--- START ---
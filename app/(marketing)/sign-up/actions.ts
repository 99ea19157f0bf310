"use server";

import { redirect } from "next/navigation";
import { definePublicAction } from "@/lib/actions/define-action";
import { signUp } from "@/lib/auth/accounts";
import { signUpSchema } from "@/lib/validation/auth";

export const signUpAction = definePublicAction({
  schema: signUpSchema,
  handler: async (input) => {
    await signUp(input);
    redirect("/overview");
  },
});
--- END ---
The data should be written out again in full, exactly as it stands.

_Answer to the problem:_
filename app/(marketing)/sign-up/actions.ts
repository 99ea19157f0bf310
"use server";

import { redirect } from "next/navigation";
import { definePublicAction } from "@/lib/actions/define-action";
import { signUp } from "@/lib/auth/accounts";
import { signUpSchema } from "@/lib/validation/auth";

export const signUpAction = definePublicAction({
  schema: signUpSchema,
  handler: async (input) => {
    await signUp(input);
    redirect("/overview");
  },
});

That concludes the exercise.